■ **Work required**
From the top of the records below down to the line containing "path of one", reproduce every line exactly.

Collected data entries
******

"""Words that have no place in the project, and tests that test nothing."""

from __future__ import annotations

import ast
import re
from collections.abc import Iterator
from pathlib import Path

from tests.layout.findings import Finding, files, name_of, python_files
from tests.layout.record_rules import called_name, calls

TEXTS = ("*.py", "*.html", "*.css", "*.js", "*.md", "*.toml", "*.in", "*.txt", "*.csv", "*.sh", "Makefile")
# Put together here, so that this file does not hold what it looks for.
UNFINISHED = re.compile(r"\b(?:" + "|".join(["TO" + "DO", "FIX" + "ME", "X" + "XX", "HA" + "CK"]) + r")\b")
HOMES = ["root", "home", "opt", "wor" + "k/main", "wor" + "k/shared"]
THIS_MACHINE = re.compile(r"(?<![\w.<])/(?:" + "|".join(HOMES) + r")/[\w.]")
TEMPORARY = re.compile(r"(?<![\w.])/t" + r"mp/[\w.]")
SOUND_SKIPS = {"skip", "skipif", "xfail"}


def nothing_is_left_unfinished(root: Path) -> Iterator[Finding]:
    yield from lines_with(root, UNFINISHED, "finish it now, or describe the limit in plain words")


def no_path_of_one_machine(root: Path) -> Iterator[Finding]:
    yield from lines_with(root, THIS_MACHINE, "a path of one machine; use a path inside the project or a setting")
    yield from lines_with(root, TEMPORARY, "a fixed temporary path; use tempfile or pytest's tmp_path")


def lines_with(root: Path, pattern: re.Pattern[str], remedy: str) -> Iterator[Finding]:
    for path in files(root, *TEXTS):
        for number, line in enumerate(path.read_text(encoding="utf-8").splitlines(), start=1):
            match = pattern.search(line)
            if match:
                yield Finding(name_of(root, path), number, f"“{match.group()}”: {remedy}")


def tests_test_something(root: Path) -> Iterator[Finding]:
    for name, tree in python_files(root, "tests"):
        for node in ast.walk(tree):
            if isinstance(node, ast.Assert) and isinstance(node.test, ast.Constant):
                yield Finding(name, node.lineno, "asserts a constant, which proves nothing; assert what the code gives")
        for call in calls(tree):
            if called_name(call) == "sleep":
                yield Finding(name, call.lineno, "sleeps; wait for the event itself, or move the clock by time-machine")
            if called_name(call) in SOUND_SKIPS and not gives_reason(call):
                yield Finding(name, call.lineno, "is skipped without a word; give the reason, it is printed")


def gives_reason(call: ast.Call) -> bool:
    positional = bool(call.args) and called_name(call) == "skip"
    return positional or any(keyword.arg == "reason" for keyword in call.keywords)


RULES = [nothing_is_left_unfinished, no_path_of_one_machine, tests_test_something]
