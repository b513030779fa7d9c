"""Whatever is typed, the form comes back with an error in words beside the field, and nothing is stored."""

from __future__ import annotations

import datetime as dt
import uuid
from zoneinfo import ZoneInfo

import pytest
import time_machine
from django.core.exceptions import ValidationError
from django.test import Client
from django.urls import reverse

from fleet.forms.instants import instant_of
from fleet.models import Fitting, Reading, Visit
from tests.factories import Carriage, make_mode, make_part
from tests.fleet.log_page import at, log_address, opened, send

pytestmark = pytest.mark.django_db
NOW = dt.datetime(2026, 4, 9, 14, 5, tzinfo=dt.UTC)
LISBON = ZoneInfo("Europe/Lisbon")


@pytest.fixture(autouse=True)
def _now():
    with time_machine.travel(NOW, tick=False):
        yield


@pytest.fixture
def weir() -> Carriage:
    carriage = Carriage(code="KM-1")
    carriage.fit(carriage.n1, "2026-01-10")
    return carriage


@pytest.fixture
def cleo(weir: Carriage) -> Client:
    client = Client()
    client.force_login(weir.crew)
    return client


def refused(answer, form: str, field: str) -> list[str]:
    assert answer.status_code == 422
    sheet = answer.context["sheet"]
    told = sheet.visit if form == "visit" else next(each for each in sheet.positions if each.name == form)
    assert field in told.errors, dict(told.errors)
    assert not Visit.objects.exists()
    assert not Reading.objects.exists()
    assert Fitting.objects.count() == 1
    return list(told.errors[field])


@pytest.mark.parametrize(
    ("field", "typed"),
    [
        ("day", ""),
        ("day", "2026-02-30"),
        ("day", "yesterday"),
        ("day", "2026-04-10"),
        ("day", "9999-12-31"),
        ("day", "0001-01-01"),
        ("day", "2026-04-09\x00"),
        ("day", "7" * 10_000),
        ("time", ""),
        ("time", "25:00"),
        ("time", "noon"),
        ("time", "23:59"),
        ("left", "floating"),
        ("left", ""),
        ("left", "run\x00ning"),
        ("hours", "12h"),
        ("hours", "1e400"),
        ("hours", "nan"),
        ("hours", "99999999"),
        ("restart", "perhaps"),
        ("serial", "s" * 61),
        ("serial", "\x00"),
        ("note", "n" * 10_000),
        ("note", "a\x00b"),
        ("stood_day", "2026-04-31"),
        ("stood_time", "7 o'clock"),
        ("entry_key", "not a key"),
        ("entry_key", ""),
    ],
)
def test_of_the_visit(weir, cleo, field, typed):
    told = refused(send(cleo, weir.module, all_well="on", **{field: typed}), "visit", field)
    assert all(len(sentence) < 300 and "\x00" not in sentence for sentence in told)


@pytest.mark.parametrize(
    ("field", "typed"),
    [
        ("outcome", "exploded"),
        ("outcome", "x" * 10_000),
        ("outcome", "fitted"),
        ("mode", "0"),
        ("mode", "-1"),
        ("mode", "9" * 40),
        ("part", "abc"),
        ("part", "\x00"),
        ("cause", "12345678"),
        ("failed_on", "2026-04-10"),
        ("failed_on", "2025-12-31"),
        ("failed_on", "soon"),
        ("last_good_on", "2026-01-01"),
        ("last_good_on", "2026-13-01"),
        ("found_by", "a friend"),
        ("serial", "s" * 61),
        ("lot", "l\x00t"),
        ("age_at_fit", "-1"),
        ("age_at_fit", "inf"),
        ("age_at_fit", "old"),
        ("play", "1001"),
        ("play", "nan"),
        ("note", "n" * 4_001),
    ],
)
def test_of_a_position(weir, cleo, field, typed):
    fields = {"outcome": "failed", "mode": weir.worn, field: typed}
    refused(send(cleo, weir.module, at(weir.nut, **fields)), weir.nuts.title, field)


def test_a_mode_and_a_part_of_another_component_are_no_choices(weir, cleo):
    strange = {"mode": make_mode(), "part": make_part()}
    answer = send(cleo, weir.module, at(weir.nut, outcome="failed", **strange))
    refused(answer, weir.nuts.title, "mode")
    refused(answer, weir.nuts.title, "part")


def test_last_good_after_the_failure(weir, cleo):
    days = {"failed_on": "2026-03-01", "last_good_on": "2026-03-02"}
    refused(send(cleo, weir.module, at(weir.nut, outcome="failed", **days)), weir.nuts.title, "last_good_on")


def test_a_failure_after_the_visit(weir, cleo):
    answer = send(cleo, weir.module, at(weir.nut, outcome="failed", failed_on="2026-04-02"), day="2026-04-01")
    refused(answer, weir.nuts.title, "failed_on")


def test_a_visit_before_the_part_went_in(weir, cleo):
    answer = send(cleo, weir.module, at(weir.nut, outcome="failed"), day="2026-01-05")
    refused(answer, weir.nuts.title, "outcome")


def test_a_stop_that_began_after_the_visit(weir, cleo):
    answer = send(cleo, weir.module, all_well="on", day="2026-04-01", time="08:00", stood_day="2026-04-02")
    refused(answer, "visit", "stood_day")


def test_an_hour_that_the_clock_change_leaves_out(weir, cleo):
    """Portugal put its clocks on at 01:00 on 29 March 2026 (tz database)."""
    told = refused(send(cleo, weir.module, all_well="on", day="2026-03-29", time="01:30"), "visit", "time")
    assert "went from 01:00 to 02:00" in told[0]
    assert send(cleo, weir.module, all_well="on", day="2026-03-29", time="02:00").status_code == 302
    assert Visit.objects.get().happened_at == dt.datetime(2026, 3, 29, 1, 0, tzinfo=dt.UTC)


def test_a_doubled_hour_means_its_first_run():
    """Portugal put its clocks back at 02:00 on 26 October 2025 (tz database)."""
    assert instant_of(dt.date(2025, 10, 26), dt.time(1, 30), LISBON) == dt.datetime(2025, 10, 26, 0, 30, tzinfo=dt.UTC)


def test_a_day_that_a_place_skipped_whole():
    """Samoa left out 30 December 2011 (tz database)."""
    with pytest.raises(ValidationError, match="did not exist on 30"):
        instant_of(dt.date(2011, 12, 30), dt.time(12, 0), ZoneInfo("Pacific/Apia"))


def test_an_empty_form_asks_for_something(weir, cleo):
    answer = send(cleo, weir.module)
    assert answer.status_code == 422
    assert "Nothing is said yet" in answer.content.decode()
    assert cleo.post(log_address(weir.module), {}).status_code == 422
    assert not Visit.objects.exists()


def test_all_well_and_a_failure_contradict_each_other(weir, cleo):
    refused(send(cleo, weir.module, at(weir.nut, outcome="failed"), all_well="on"), "visit", "all_well")


def test_no_spare_without_a_failure(weir, cleo):
    assert send(cleo, weir.module, at(weir.nut, outcome="cleaned"), finish="no spare").status_code == 422
    assert not Visit.objects.exists()


def test_a_note_without_saying_what_happened(weir, cleo):
    refused(send(cleo, weir.module, at(weir.nut, note="squeaks"), all_well="on"), weir.nuts.title, "outcome")


def test_fields_of_another_outcome_are_passed_over(weir, cleo):
    """A phone may still hold what was typed before the outcome was changed."""
    left_over = {"mode": weir.worn, "failed_on": "2026-03-01", "found_by": "test", "because": "age"}
    assert send(cleo, weir.module, at(weir.nut, outcome="upgrade", **left_over)).status_code == 302
    out = Fitting.objects.get(reason="upgrade")
    assert (out.mode, out.failed_on, out.found_by) == (None, None, "")


def test_everything_typed_comes_back_with_the_key(weir, cleo):
    data = opened(cleo, weir.module) | at(weir.nut, outcome="failed", mode=weir.worn, lot="L-77", part=weir.n1)
    data |= {"day": "2026-04-40", "note": "<b>bald</b> brush", "strokes": "77", "finish": "done"}
    page = cleo.post(log_address(weir.module), data).content.decode()
    for kept in (data["entry_key"], "L-77", "2026-04-40", "&lt;b&gt;bald&lt;/b&gt; brush", 'value="77"'):
        assert kept in page
    assert f'<option value="{weir.n1.pk}" selected>' in page


def test_a_broken_key_is_replaced_so_that_the_next_try_works(weir, cleo):
    answer = send(cleo, weir.module, all_well="on", entry_key="zzz")
    fresh = answer.context["sheet"].visit["entry_key"].value()
    assert uuid.UUID(fresh)


@pytest.mark.parametrize("tag", ["km-1", "KM-1"])
def test_a_tag_is_found_however_it_is_spelt(weir, cleo, tag):
    assert cleo.get(f"/m/{tag}/log").status_code == 200


@pytest.mark.parametrize("tag", ["KM-2", "%00", "K%2FM", "x" * 500, "é", "KM 1"])
def test_what_is_no_tag_is_not_there(weir, cleo, tag):
    assert cleo.get(f"/m/{tag}/log").status_code == 404


def test_the_search_for_a_module_bears_anything(weir, cleo):
    for words in ["", "km", "weir", "1", "\x00", "%", "_", "'", "x" * 10_000, "é ü ß", "a b c d e f g h"]:
        answer = cleo.get(reverse("log"), {"q": words})
        assert answer.status_code == 200
    assert "KM-1" in cleo.get(reverse("log"), {"q": "m-1"}).content.decode()
    assert "KM-1" in cleo.get(reverse("log"), {"q": f"{weir.site.code.lower()} km"}).content.decode()
    assert "KM-1" not in cleo.get(reverse("log"), {"q": "%"}).content.decode()


def test_the_same_design_again_is_no_upgrade(weir, cleo):
    answer = send(cleo, weir.module, at(weir.nut, outcome="upgrade", part=weir.n1), strokes="60000")
    assert answer.status_code == 422
    assert "that is no upgrade" in answer.content.decode()
    assert send(cleo, weir.module, at(weir.nut, outcome="upgrade", part=weir.n2), strokes="60000").status_code == 302
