"""The question of a counter that seems to run backwards, on the log form and where the counter is read by itself."""

from __future__ import annotations

import datetime as dt

import pytest
import time_machine
from django.test import Client
from django.urls import reverse

from fleet.actions.entries import CounterEntry
from fleet.actions.record_reading import record_reading
from fleet.models import Reading, Visit
from tests.factories import Carriage
from tests.fleet.log_page import at, log_address, opened, send, written

pytestmark = pytest.mark.django_db
NOW = dt.datetime(2026, 3, 9, 14, 5, tzinfo=dt.UTC)
# The sentence is the design's own.
QUESTION = "Counter 48 210 is below the last reading 51 877 of 3 March 2026. Was the counter changed?"


def plain(text: str) -> str:
    return text.replace("\u202f", " ").replace("\u00a0", " ")


@pytest.fixture(autouse=True)
def _now():
    with time_machine.travel(NOW, tick=False):
        yield


@pytest.fixture
def weir() -> Carriage:
    carriage = Carriage(code="KM-1")
    carriage.fit(carriage.n1, "2026-01-10")
    read_at = dt.datetime(2026, 3, 3, 9, 0, tzinfo=dt.UTC)
    record_reading(
        by=carriage.crew, module=carriage.module, read_at=read_at, counter=CounterEntry(strokes=51_877, counter="A-1")
    )
    return carriage


@pytest.fixture
def cleo(weir: Carriage) -> Client:
    client = Client()
    client.force_login(weir.crew)
    return client


def test_a_lower_number_is_asked_about_and_nothing_is_stored(weir, cleo):
    nut = at(weir.nut, outcome="failed", mode=weir.worn, note="grit in the thread")
    answer = send(cleo, weir.module, nut, strokes="48 210", note="wet day")
    assert answer.status_code == 422
    assert plain(answer.context["sheet"].visit.question) == QUESTION
    page = answer.content.decode()
    assert plain(page).count(QUESTION) >= 1
    for kept in ('value="48 210"', "grit in the thread", "wet day", 'value="failed"'):
        assert kept in page
    for choice in ("a new counter", "rolled over", "set back to nought", "mistyped"):
        assert choice in page
    assert not Visit.objects.exists()
    assert Reading.objects.count() == 1


@pytest.mark.parametrize(
    ("answer", "counter", "restarts"),
    [("new counter", "B-2", ""), ("rolled over", "A-1", "rolled over"), ("reset", "A-1", "reset")],
)
def test_each_answer_is_kept_with_the_reading(weir, cleo, answer, counter, restarts):
    more = {"serial": "B-2"} if answer == "new counter" else {}
    assert send(cleo, weir.module, all_well="on", strokes="48210", restart=answer, **more).status_code == 302
    reading = Reading.objects.latest("read_at")
    assert (reading.strokes, reading.counter, reading.restarts) == (48_210, counter, restarts)


def test_a_new_counter_without_a_legible_number_is_named_after_the_day(weir, cleo):
    assert send(cleo, weir.module, all_well="on", strokes="12", restart="new counter").status_code == 302
    assert Reading.objects.latest("read_at").counter.startswith("NEW-20260309-")


def test_mistyped_and_the_same_number_again_is_asked_again(weir, cleo):
    assert send(cleo, weir.module, all_well="on", strokes="48210", restart="mistyped").status_code == 422
    assert send(cleo, weir.module, all_well="on", strokes="58210", restart="mistyped").status_code == 302
    assert Reading.objects.latest("read_at").counter == "A-1"


def test_an_answer_without_a_number_is_asked_for_the_number(weir, cleo):
    answer = send(cleo, weir.module, all_well="on", restart="rolled over")
    assert answer.status_code == 422
    assert "restart" in answer.context["sheet"].visit.errors


@pytest.mark.parametrize("typed", ["52 000", "52\u202f000", "52'000", " 52000 "])
def test_spaces_in_a_number_are_no_fault(weir, cleo, typed):
    assert send(cleo, weir.module, all_well="on", strokes=typed).status_code == 302
    assert Reading.objects.latest("read_at").strokes == 52_000


@pytest.mark.parametrize(
    "typed", ["52.000", "52,5", "-1", "1e9", "abc", "９９９９９", "9" * 30, "1" * 10_000, "5\x002"]
)
def test_what_is_no_whole_number_is_told_so(weir, cleo, typed):
    answer = send(cleo, weir.module, all_well="on", strokes=typed)
    assert answer.status_code == 422
    assert answer.context["sheet"].visit.errors["strokes"]
    assert Reading.objects.count() == 1


def reading_address(weir: Carriage) -> str:
    return reverse("read_counter", args=[weir.module.code])


def read(client: Client, weir: Carriage, **typed: str):
    form = client.get(reading_address(weir)).context["form"]
    data = {field.html_name: written(field.value()) for field in form if field.value() not in (None, "")}
    return client.post(reading_address(weir), data | typed)


def test_the_counter_is_read_by_itself(weir, cleo):
    assert read(cleo, weir, strokes="52 000", hours="310,5").status_code == 302
    reading = Reading.objects.latest("read_at")
    assert (reading.strokes, reading.hours, reading.visit) == (52_000, 310.5, None)
    assert not Visit.objects.exists()


def test_read_by_itself_asks_the_same_question(weir, cleo):
    answer = read(cleo, weir, strokes="48210")
    assert answer.status_code == 422
    assert plain(answer.context["form"].question) == QUESTION
    assert read(cleo, weir, strokes="48210", restart="rolled over").status_code == 302


def test_an_empty_reading_says_what_is_missing(weir, cleo):
    answer = read(cleo, weir)
    assert answer.status_code == 422
    assert "Nothing was read" in answer.content.decode()


def test_one_reading_sent_twice_is_recorded_once(weir, cleo):
    form = cleo.get(reading_address(weir)).context["form"]
    data = {field.html_name: written(field.value()) for field in form if field.value() not in (None, "")}
    for _ in range(2):
        assert cleo.post(reading_address(weir), data | {"strokes": "60000"}).status_code == 302
    assert Reading.objects.count() == 2


def test_contacts_do_not_read_counters(weir, client):
    client.force_login(weir.contact)
    assert client.get(reading_address(weir)).status_code == 403
    assert client.post(log_address(weir.module), {}).status_code == 403


def test_the_last_reading_stands_beside_the_field(weir, cleo):
    assert "Last reading 51 877 on 3 Mar." in plain(cleo.get(log_address(weir.module)).content.decode())
    assert opened(cleo, weir.module)["left"] == "running"


def test_a_counter_far_ahead_of_its_pace_is_asked_about_and_stored_only_when_confirmed(weir, cleo):
    for day, strokes in ((4, 52_500), (5, 53_100), (6, 53_700), (7, 54_300), (8, 54_900)):
        read_at = dt.datetime(2026, 3, day, 9, 0, tzinfo=dt.UTC)
        record_reading(by=weir.crew, module=weir.module, read_at=read_at, counter=CounterEntry(strokes=strokes))
    weeks = dt.datetime(2026, 2, 20, 9, 0, tzinfo=dt.UTC)
    record_reading(by=weir.crew, module=weir.module, read_at=weeks, counter=CounterEntry(strokes=45_000, counter="A-1"))
    assert send(cleo, weir.module, all_well="on", strokes="60 000").status_code == 302  # a hard week
    asked = send(cleo, weir.module, all_well="on", strokes="601 000")
    assert asked.status_code == 422
    assert "Is a digit too many?" in asked.content.decode()
    assert "The counter really shows this" in asked.content.decode()
    assert Reading.objects.filter(strokes=601_000).count() == 0
    alone = cleo.get(reverse("read_counter", args=["KM-1"])).context["form"]
    said = {field.html_name: written(field.value()) for field in alone if field.value() not in (None, "", False)}
    assert cleo.post(reverse("read_counter", args=["KM-1"]), said | {"strokes": "601 000"}).status_code == 422
    assert send(cleo, weir.module, all_well="on", strokes="601 000", really="on").status_code == 302
    assert Reading.objects.filter(strokes=601_000).count() == 1
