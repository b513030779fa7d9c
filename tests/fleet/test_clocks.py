"""The pure clock functions on hand-worked modules. Day 0 of each story is ordinal 1000; all values worked by hand."""

from __future__ import annotations

from typing import Any

import pytest

from fleet.clock_counts import Face, accumulate
from fleet.clocks import FAR_DAY, Knot, ModuleRecord, Span, SpanClock, Stay, clocks_of, site_on

RIVER, DEPOT, ESTUARY = 1, 2, 3


def record(**fields: Any) -> ModuleRecord:
    return ModuleRecord(module=7, **fields)


def knot_at(made: list[Knot], day: float) -> Knot:
    return next(knot for knot in made if knot.day == day)


def only_span(story: ModuleRecord) -> SpanClock:
    (span,) = clocks_of(story).spans
    return span


def test_a_module_without_placements_is_always_in_service() -> None:
    span = only_span(record(spans=[Span(1, 1000, end_day=1061, removed_day=1061, failed=True)]))
    assert (span.days_at_fit, span.days_at_end) == (0.0, 61.0)
    assert span.strokes_at_end is None
    assert span.site_id is None


def test_depot_and_the_time_between_stays_do_not_age_a_part() -> None:
    stays = [Stay(1000, 1010, RIVER), Stay(1010, 1020, DEPOT, "depot"), Stay(1025, None, ESTUARY)]
    span = only_span(record(stays=stays, spans=[Span(1, 1000, end_day=1030, removed_day=1030)]))
    assert span.days_at_end == 15.0  # ten at the river, five at the estuary
    assert span.site_id == ESTUARY


def test_time_before_the_first_placement_does_not_age_a_part() -> None:
    span = only_span(record(stays=[Stay(1005, None, RIVER)], spans=[Span(1, 1000, end_day=1010, removed_day=1010)]))
    assert span.days_at_end - span.days_at_fit == 5.0


def test_a_stop_takes_its_time_away_and_overlapping_stops_only_once() -> None:
    stops = [(1002.5, 1004.0), (1003.0, 1005.0), (1008.25, None)]
    story = record(stays=[Stay(1000, None, RIVER)], stops=stops, spans=[Span(1, 1000)])
    made = clocks_of(story).knots
    assert knot_at(made, 1005.0).days == 2.5
    assert knot_at(made, 1008.25).days == 5.75
    assert made[-1].day == FAR_DAY
    assert made[-1].days == 5.75  # still stopped


def test_a_scrapped_module_no_longer_runs() -> None:
    made = clocks_of(record(stays=[Stay(1000, None, RIVER)], scrapped_day=1040)).knots
    assert made[-1].days == 40.0


def test_strokes_are_linear_over_service_time_and_flagged_beyond_the_last_reading() -> None:
    story = record(
        stays=[Stay(1000, None, RIVER)],
        stops=[(1010.0, 1020.0)],
        strokes=[Face(1000.0, 0.0), Face(1030.0, 2000.0)],
        spans=[
            Span(1, 1000, end_day=1025, removed_day=1025, ended_at=1025.0),
            Span(2, 1000, end_day=1040, removed_day=1040, ended_at=1040.0),
        ],
    )
    within, beyond = clocks_of(story).spans
    assert (within.strokes_at_end, within.strokes_measured) == (1500.0, True)  # 15 of 20 service days
    assert (beyond.strokes_at_end, beyond.strokes_measured) == (3000.0, False)  # 100 a day goes on


def test_a_count_written_down_at_the_fitting_beats_the_line_between_readings() -> None:
    story = record(
        strokes=[Face(1000.0, 0.0), Face(1100.0, 10_000.0)],
        spans=[Span(1, 1010, 1050, 1050, strokes_at_fit=900, strokes_at_removal=5_600)],
    )
    span = only_span(story)
    assert (span.strokes_at_fit, span.strokes_at_end, span.strokes_measured) == (900, 5_600, True)


def test_without_readings_the_duty_of_each_site_counts_and_is_not_called_measured() -> None:
    stays = [Stay(1000, 1010, RIVER, strokes_per_day=100.0), Stay(1010, None, ESTUARY, strokes_per_day=300.0)]
    story = record(stays=stays, spans=[Span(1, 1000, end_day=1020, removed_day=1020, ended_at=1020.0)])
    span = only_span(story)
    assert (span.strokes_at_end, span.strokes_measured) == (4000.0, False)
    assert span.hours_at_end is None


@pytest.mark.parametrize(
    ("faces", "totals"),
    [
        ([Face(1, 50_000), Face(2, 51_877)], [50_000, 51_877]),
        ([Face(1, 51_877, "A"), Face(2, 120, "B"), Face(3, 1_120, "B")], [51_877, 51_877, 52_877]),
        ([Face(1, 99_950, "A"), Face(2, 30, "A", "rolled over")], [99_950, 100_030]),
        ([Face(1, 100_000), Face(2, 5, "", "rolled over")], [100_000, 1_000_005]),
        ([Face(1, 1_200.5), Face(2, 1_204.0, "", "rolled over")], [1_200.5, 1_204.0]),  # only the strokes rolled over
        ([Face(1, 700), Face(2, 40, "", "reset"), Face(3, 90)], [700, 740, 790]),
        ([Face(1, 700), Face(2, 900, "A"), Face(3, 950, "A")], [700, 700, 750]),  # named: another counter
        ([Face(1, 700, "A"), Face(2, 800), Face(3, 900, "A")], [700, 800, 900]),  # not named: the same counter
        ([Face(1, 700), Face(2, 650)], [700, 700]),  # never falls
        ([Face(1, 500, "A"), Face(2, 0, "B"), Face(2, 700, "A"), Face(3, 50, "B")], [500, 700, 700, 750]),
    ],
)
def test_faces_become_accumulated_counts(faces: list[Face], totals: list[float]) -> None:
    assert [anchor.total for anchor in accumulate(faces)] == totals


def test_only_a_reading_that_advanced_shows_the_module_working() -> None:
    story = record(strokes=[Face(1000.5, 100.0), Face(1010.5, 100.0), Face(1020.5, 350.0)])
    seen = {knot.day for knot in clocks_of(story).knots if knot.seen_working}
    assert seen == {1020.5}


def test_the_last_look_before_the_failure_is_when_it_was_last_good() -> None:
    story = record(
        looks=[1000.4, 1020.4, 1040.4],
        spans=[Span(1, 1000, 1040, 1040, failed=True, fitted_at=1000.4, ended_at=1040.4)],
    )
    span = only_span(story)
    assert (span.last_good_day, span.days_at_good, span.last_good_entered) == (1020.4, pytest.approx(20.4), False)


def test_a_last_good_day_that_was_entered_stands() -> None:
    spans = [Span(1, 1000, 1040, 1040, failed=True, last_good_day=1033)]
    span = only_span(record(looks=[1000.4, 1020.4, 1040.4], spans=spans))
    assert (span.last_good_day, span.days_at_good, span.last_good_entered) == (1033.0, 33.0, True)


@pytest.mark.parametrize(
    ("module_day", "stays", "expected"),
    [
        (None, [Stay(1000, None, RIVER, records_day=1050)], 1050),
        (1070, [Stay(1000, None, RIVER, records_day=1050)], 1070),  # the module's own day stands above
        (None, [Stay(1000, None, RIVER, records_day=1005)], None),  # before the part came in
        (None, [Stay(1000, 1030, RIVER, records_day=1050), Stay(1030, None, ESTUARY)], 1030),  # moved to a better site
        (None, [Stay(1000, None, RIVER)], None),
        (1050, [], 1050),
    ],
)
def test_records_from_is_the_end_of_the_time_nobody_wrote_down(
    module_day: int | None, stays: list[Stay], expected: int | None
) -> None:
    story = record(stays=stays, records_day=module_day, spans=[Span(1, 1010)])
    assert only_span(story).records_day == expected


def test_on_the_day_of_a_move_a_record_belongs_to_the_field_then_to_the_stay_that_ends() -> None:
    stays = [Stay(1000, 1010, RIVER), Stay(1010, 1020, DEPOT, "depot"), Stay(1020, 1030, ESTUARY)]
    both = [*stays, Stay(1030, None, RIVER)]
    assert [site_on(both, day) for day in (1000, 1010, 1015, 1020, 1030, 1031)] == [
        RIVER, RIVER, DEPOT, ESTUARY, ESTUARY, RIVER,
    ]  # fmt: skip
    assert site_on(stays, 990) is None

******

■ **Output for this task**
"""Words that have no place in the project, and tests that test nothing."""

from __future__ import annotations

import ast
import re
from collections.abc import Iterator
from pathlib import Path

from tests.layout.findings import Finding, files, name_of, python_files
from tests.layout.record_rules import called_name, calls

TEXTS = ("*.py", "*.html", "*.css", "*.js", "*.md", "*.toml", "*.in", "*.txt", "*.csv", "*.sh", "Makefile")
# Put together here, so that this file does not hold what it looks for.
UNFINISHED = re.compile(r"\b(?:" + "|".join(["TO" + "DO", "FIX" + "ME", "X" + "XX", "HA" + "CK"]) + r")\b")
HOMES = ["root", "home", "opt", "wor" + "k/main", "wor" + "k/shared"]
THIS_MACHINE = re.compile(r"(?<![\w.<])/(?:" + "|".join(HOMES) + r")/[\w.]")
TEMPORARY = re.compile(r"(?<![\w.])/t" + r"mp/[\w.]")
SOUND_SKIPS = {"skip", "skipif", "xfail"}


def nothing_is_left_unfinished(root: Path) -> Iterator[Finding]:
    yield from lines_with(root, UNFINISHED, "finish it now, or describe the limit in plain words")


def no_path_of_one_machine(root: Path) -> Iterator[Finding]:
    yield from lines_with(root, THIS_MACHINE, "a path of one machine; use a path inside the project or a setting")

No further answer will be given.